The question of legacy is the prevalent one in Him, Daisy Foote’s intriguing and flawed new play at Primary Stages. The legacy belongs to the titular Him, the nameless father who lies dying after a stroke in the off-stage bedroom. At the play’s start, he has left his three grown children nothing but bills and calls from collection agencies, the family’s general store similarly dying after the arrival of Wal-Marts and other mega markets.

Set in New Hampshire in 2003 and 2004, Him is Primary Stages’ continuation of their Foote family series, which began late this past summer with Daisy’s father Horton Foote’s Harrison, Tx. The goal, press notes say, is to “shed light on this family of artists and the shared ideas that infuse their work.” Both productions feature Hallie Foote, Horton’s daughter and Daisy’s sister, in crucial roles.

Ms. Foote plays Pauline, the erstwhile family matriarch, an ice queen with a penchant for boxed wine and is the main caregiver to both of her brothers, the dour, gay Henry (Tim Hopper) and the developmentally disabled Farley (Adam LeFevre). When their father passes on, they discover he’s left them miles and miles and miles of land, which, if developed, can abolish their financial worries. But the subsequent discovery of their father’s journals throws a potential wrench into the plan.

The text itself is fascinatingly laid out, a series of dialogue scenes interspersed with lyrical monologues that you soon realize are excerpts from the father’s journals.
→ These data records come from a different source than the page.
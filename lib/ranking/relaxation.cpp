#include "ranking/relaxation.hpp"

#include <algorithm>
#include <cmath>
#include <vector>

namespace spinsieve {
namespace {

/// Factor by which the barrier weight falls once a centre is reached nearly.
constexpr double barrier_decrease = 0.1;
/// Newton decrement (half the predicted decrease over µ) at which a centre counts as reached.
constexpr double centred = 0.05;
/// At the last centre, where the multipliers are read: they prove nothing before the Newton steps
/// have converged.
constexpr double settled = 1e-12;
constexpr int most_newton_steps = 400;
/// Equalities enter as residuals of this weight against the rows: the bound stays valid for any.
constexpr double equality_weight = 1e6;

/// The barrier function in the entries of X (or T); index k runs over pairs i ≥ j.
class Barrier {
 public:
  Barrier(const ReducedProblem& problem, const Eigen::MatrixXd& cone)
      : problem_(problem),
        r_(problem.parameters()),
        in_cone_(cone.size() > 0),
        lengths_(cone.colwise().norm().transpose()) {
    // Generators may be long; unit ones keep T in the range of X.
    const Eigen::MatrixXd unit = cone * lengths_.cwiseInverse().asDiagonal();
    for (Eigen::Index i = 0; i < r_; ++i)
      for (Eigen::Index j = 0; j <= i; ++j) {
        first_.push_back(i);
        second_.push_back(j);
      }
    m_ = static_cast<Eigen::Index>(first_.size());
    rows_ = vectors(problem.rows(), unit);
    target_ = problem.rows().target;
    constraints_ = vectors(problem.constraints(), unit);
    limits_ = static_cast<Eigen::Index>(problem.limits());
    const double largest = rows_.size() > 0 ? rows_.rowwise().norm().maxCoeff() : 1.0;
    equality_scale_ = std::sqrt(equality_weight) * std::max(largest, 1e-300);
  }

  RelaxedMinimum run(const Eigen::MatrixXd& cone) {
    start();
    RelaxedMinimum result;
    const double order = static_cast<double>(r_ + limits_) +
                         (in_cone_ ? 0.5 * static_cast<double>(r_ * (r_ - 1)) : 0.0);
    barrier_ = std::max(chi2(v_), 1.0) / order;
    for (result.iterations = 0; result.iterations < most_newton_steps; ++result.iterations) {
      const double decrement = newton_step();
      const bool last = barrier_ * order <= relaxation_gap * (1 + chi2(v_));
      if (decrement > (last ? settled : centred)) continue;
      if (last) break;
      barrier_ *= barrier_decrease;
    }
    const Eigen::MatrixXd T = matrix(v_);
    result.X = T;
    if (in_cone_) {
      const Eigen::MatrixXd unit = cone * lengths_.cwiseInverse().asDiagonal();
      result.X = unit * T * unit.transpose();
    }
    result.value = problem_.rest() + chi2_rows(v_);
    result.limits.resize(limits_);
    for (Eigen::Index i = 0; i < limits_; ++i)
      result.limits(i) = 0.5 * barrier_ / (1 - constraints_.row(i).dot(v_));
    result.equalities = equality_scale_ * equality_scale_ *
                        (constraints_.bottomRows(constraints_.rows() - limits_) * v_);
    if (in_cone_) {
      result.cone = Eigen::MatrixXd::Zero(r_, r_);
      for (Eigen::Index i = 0; i < r_; ++i)
        for (Eigen::Index j = 0; j < r_; ++j)
          if (i != j) result.cone(i, j) = 0.25 * barrier_ / T(i, j) * lengths_(i) * lengths_(j);
    }
    return result;
  }

 private:
  /// Each form as the vector a with tr(A X) = a·v.
  Eigen::MatrixXd vectors(const FormRows& rows, const Eigen::MatrixXd& cone) const {
    Eigen::MatrixXd result(rows.size(), m_);
    for (Eigen::Index s = 0; s < rows.size(); ++s) {
      Eigen::MatrixXd A = rows.form(s, r_);
      if (in_cone_) A = (cone.transpose() * A * cone).eval();
      for (Eigen::Index k = 0; k < m_; ++k) result(s, k) = multiplicity(k) * A(row(k), column(k));
    }
    return result;
  }

  Eigen::Index row(Eigen::Index k) const { return first_[static_cast<std::size_t>(k)]; }
  Eigen::Index column(Eigen::Index k) const { return second_[static_cast<std::size_t>(k)]; }
  double multiplicity(Eigen::Index k) const { return row(k) == column(k) ? 1.0 : 2.0; }

  Eigen::MatrixXd matrix(const Eigen::VectorXd& v) const {
    Eigen::MatrixXd X(r_, r_);
    for (Eigen::Index k = 0; k < m_; ++k) X(row(k), column(k)) = X(column(k), row(k)) = v(k);
    return X;
  }

  Eigen::VectorXd residual(const Eigen::VectorXd& v) const {
    Eigen::VectorXd result = rows_ * v - target_;
    for (Eigen::Index s = 0; s < result.size(); ++s)
      if (problem_.rows().one_sided[static_cast<std::size_t>(s)] != 0)
        result(s) = std::min(0.0, result(s));
    return result;
  }

  double chi2_rows(const Eigen::VectorXd& v) const { return residual(v).squaredNorm(); }

  double chi2(const Eigen::VectorXd& v) const {
    const Eigen::Index equalities = constraints_.rows() - limits_;
    return problem_.rest() + chi2_rows(v) +
           equality_scale_ * equality_scale_ *
               (constraints_.bottomRows(equalities) * v).squaredNorm();
  }

  /// The barrier function; infinite outside.
  double value(const Eigen::VectorXd& v) const {
    const Eigen::LLT<Eigen::MatrixXd> factor(matrix(v));
    if (factor.info() != Eigen::Success) return HUGE_VAL;
    double logarithms = 0;
    for (Eigen::Index i = 0; i < r_; ++i) logarithms += 2 * std::log(factor.matrixLLT()(i, i));
    for (Eigen::Index i = 0; i < limits_; ++i) {
      const double slack = 1 - constraints_.row(i).dot(v);
      if (!(slack > 0)) return HUGE_VAL;
      logarithms += std::log(slack);
    }
    for (Eigen::Index k = 0; in_cone_ && k < m_; ++k) {
      if (row(k) == column(k)) continue;
      if (!(v(k) > 0)) return HUGE_VAL;
      logarithms += std::log(v(k));
    }
    return chi2(v) - barrier_ * logarithms;
  }

  /// A multiple of the identity (plus a little of every product in a cone) that suits the data.
  void start() {
    v_.resize(m_);
    for (Eigen::Index k = 0; k < m_; ++k)
      v_(k) = row(k) == column(k) ? 1.0 : (in_cone_ ? 0.5 / static_cast<double>(r_) : 0.0);
    const Eigen::VectorXd computed = rows_ * v_;
    const double square = computed.squaredNorm();
    double factor = square > 0 ? computed.dot(target_) / square : 1.0;
    const double least = 1e-3 * std::sqrt((target_.squaredNorm() + 1) / std::max(square, 1e-300));
    factor = std::max(factor, least);
    for (Eigen::Index i = 0; i < limits_; ++i) {
      const double used = constraints_.row(i).dot(v_);
      if (used > 0) factor = std::min(factor, 0.5 / used);
    }
    v_ *= factor;
  }

  /// One damped Newton step; returns half the predicted decrease over µ.
  double newton_step() {
    const Eigen::MatrixXd Y = matrix(v_).llt().solve(Eigen::MatrixXd::Identity(r_, r_));
    const Eigen::VectorXd left = residual(v_);
    active_rows_ = rows_;
    for (Eigen::Index s = 0; s < left.size(); ++s)
      if (problem_.rows().one_sided[static_cast<std::size_t>(s)] != 0 && left(s) == 0)
        active_rows_.row(s).setZero();
    gradient_.noalias() = 2 * (active_rows_.transpose() * left);
    hessian_.noalias() = 2 * (active_rows_.transpose() * active_rows_);
    for (Eigen::Index k = 0; k < m_; ++k) {
      const Eigen::Index i = row(k);
      const Eigen::Index j = column(k);
      gradient_(k) -= barrier_ * multiplicity(k) * Y(i, j);
      for (Eigen::Index l = 0; l <= k; ++l) {
        const Eigen::Index p = row(l);
        const Eigen::Index q = column(l);
        const double entry = 0.5 * barrier_ * multiplicity(k) * multiplicity(l) *
                             (Y(i, p) * Y(j, q) + Y(i, q) * Y(j, p));
        hessian_(k, l) += entry;
        if (l != k) hessian_(l, k) += entry;
      }
      if (in_cone_ && i != j) {
        gradient_(k) -= barrier_ / v_(k);
        hessian_(k, k) += barrier_ / (v_(k) * v_(k));
      }
    }
    for (Eigen::Index i = 0; i < constraints_.rows(); ++i) {
      const Eigen::VectorXd a = constraints_.row(i).transpose();
      if (i < limits_) {
        const double slack = 1 - a.dot(v_);
        gradient_ += barrier_ / slack * a;
        hessian_ += barrier_ / (slack * slack) * (a * a.transpose());
      } else {
        const double weight = equality_scale_ * equality_scale_;
        gradient_ += 2 * weight * a.dot(v_) * a;
        hessian_ += 2 * weight * (a * a.transpose());
      }
    }
    const Eigen::VectorXd move = hessian_.ldlt().solve(-gradient_);
    const double decrease = -gradient_.dot(move);
    if (!(decrease > 0)) return 0;
    const double before = value(v_);
    double length = 1;
    // Rounding of the sum limits what a step can show; smaller decreases count as none.
    while (length > 1e-12 && !(value(v_ + length * move) <= before - 1e-4 * length * decrease)) {
      if (0.5 * decrease < 1e-13 * (1 + std::abs(before))) return 0;
      length *= 0.5;
    }
    if (length <= 1e-12) return 0;
    v_ += length * move;
    return 0.5 * decrease / barrier_;
  }

  const ReducedProblem& problem_;
  Eigen::Index r_;
  bool in_cone_;
  Eigen::VectorXd lengths_;
  Eigen::Index m_ = 0;
  Eigen::Index limits_ = 0;
  std::vector<Eigen::Index> first_;
  std::vector<Eigen::Index> second_;
  Eigen::MatrixXd rows_;
  Eigen::VectorXd target_;
  Eigen::MatrixXd constraints_;
  double equality_scale_ = 1;
  double barrier_ = 1;
  Eigen::VectorXd v_;
  Eigen::MatrixXd active_rows_;
  Eigen::VectorXd gradient_;
  Eigen::MatrixXd hessian_;
};

}  // namespace

RelaxedMinimum relaxed_minimum(const ReducedProblem& problem, const Eigen::MatrixXd& cone) {
  return Barrier(problem, cone).run(cone);
}

}  // namespace spinsieve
As staged by Evan Yionoulis, it doesn’t always play as well as it might read; the monologues stopping the scenes in the midst of the action, the lights falling to a simple spotlight, and then rising again as the scenes continue. The larger problem is that Foote gradually builds the piece to a climax that isn’t really sufficient; with the revelation of the “secret” that isn’t much of a secret, and a disconcerting final few moments that shift the play’s already dark tone into even bleaker territory.

Hallie Foote is monumentally tremendous, easily sinking her teeth – and whole body – into the text and gleefully giving a ferocious, bitchy performance as Pauline. Hopper is affecting as the lonely Henry, while LeFevre delivers smart, well-intentioned work that never ever devolves into caricature. So too does Adina Verson as the similarly disabled Louise, who becomes Farley’s girlfriend, to the chagrin of his siblings, who feel that he doesn’t deserve happiness, especially when they don’t have it themselves.

Ultimately, Him does strike a lot of the same tones as Horton Foote’s plays. The characters are believably human, richly textured and deeply flawed, with memories of the past that haunt their actual lives in the present. But Daisy Foote has also established her own style, and while Him isn’t perfect, it’s a compelling piece from a playwright whose work I’m looking forward to seeing more of.